Simple Song Finder

After over a decade of writing software professionally... sometimes things get boring. I'm thankful that my job at SBLive is actually pretty interesting, but at some level my day to day work follows a pretty consistent them. Not long ago though, a coworker hit me up about a tiny project that sounded pretty fun.

I have a very random, non work related, question for you lol. I downloaded my Spotify listening history and I’m searching for a Chinese song that I found while I was living there. I have no idea what the title of the song is, but I know it’s in Mandarin. How could I take my data set and search for either Mandarin or non-English language titles? 😂

My initial response was that I bet ChatGPT could answer the question for him. I tried to just add the file into the assistants playground and ask it do the heavy lifting... but the results weren't great.

I poked a little bit more, but at the step where I was trying to figure out how to vectorize and search across it more easily, I realized that I was drastically overcomplicating things. A quick bit of Googling later, I ended up slapping together this quick little script:

import json
from langdetect import detect

def load_and_map_music_history(file_path):
    with open(file_path, 'r') as file:
        music_data = json.load(file)

    unique_tracks = {}

    for entry in music_data:
        track_name = entry["master_metadata_track_name"]
        artist_name = entry["master_metadata_album_artist_name"]
        album_name = entry["master_metadata_album_album_name"]
        connection_country = entry["conn_country"]

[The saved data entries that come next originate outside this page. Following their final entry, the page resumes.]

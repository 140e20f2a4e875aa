import { requireActor } from '@/lib/auth/guard';
import { idParam, json, parseJson, route } from '@/lib/http';
import { decisionSchema } from '@/lib/schemas/take';
import { decideTake } from '@/lib/takeReview';

type Context = { params: Promise<{ id: string }> };

/** `{ decision: 'approved' | 'rejected' | 'pending', note? }` → the updated take. */
export const POST = route<Context>(async (request, { params }) => {
  const actor = await requireActor('take:decide');
  const id = await idParam(params, 'take');
  return json(await decideTake(actor, id, await parseJson(request, decisionSchema)));
});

        language = "unknown"
        try:
            track_language = detect(track_name)
            artist_language = detect(artist_name)
            album_language = detect(album_name)

        except:
            language = "unknown"
           
        if track_name not in unique_tracks:
            if ('zh' in track_language or 'zh' in artist_language or 'zh' in album_language):
                unique_tracks[track_name] = {
                    "artist_name": artist_name,
                    "album_name": album_name
                }

    return unique_tracks

track_info_dict = load_and_map_music_history('music_history.json')

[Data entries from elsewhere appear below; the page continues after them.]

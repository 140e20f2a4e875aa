import { requireActor } from '@/lib/auth/guard.server';
import { idParam, json, parseJson, route } from '@/lib/http/route.server';
import { decisionSchema } from '@/lib/review/schema';
import { decideTake } from '@/lib/review/service.server';

type Context = { params: Promise<{ id: string }> };

/** `{ decision: 'approved' | 'rejected' | 'pending', note? }` → the updated take. */
export const POST = route<Context>(async (request, { params }) => {
  const actor = await requireActor('take:decide');
  const id = await idParam(params, 'take');
  return json(await decideTake(actor, id, await parseJson(request, decisionSchema)));
});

for track, info in track_info_dict.items():
    print(f"{track} by {info['artist_name']} from the album {info['album_name']}")

I didn't try to optimize it at all, it's the quickest and dirtiest solution that I could make happen. And it even works! Here's the output:

Why Nobody Fights by Hua Chen Yu from the album 卡西莫多的禮物
二愣子 by Jordan Chan from the album 抱一抱
經典 (feat. 懂伯 & DJ Premier) by 大支 from the album 不聽
還是覺得你最好 b

It was a nice little reminder that sometimes it's okay to just hack something together and call it a day.

The Robots Probably Still Win

OpenAI has made some upgrades since I initially played around with this, and it's worth pointing out that it definitely can solve the problem without needing to lift a finger. I'm not sure whether my script or OpenAI is more correct.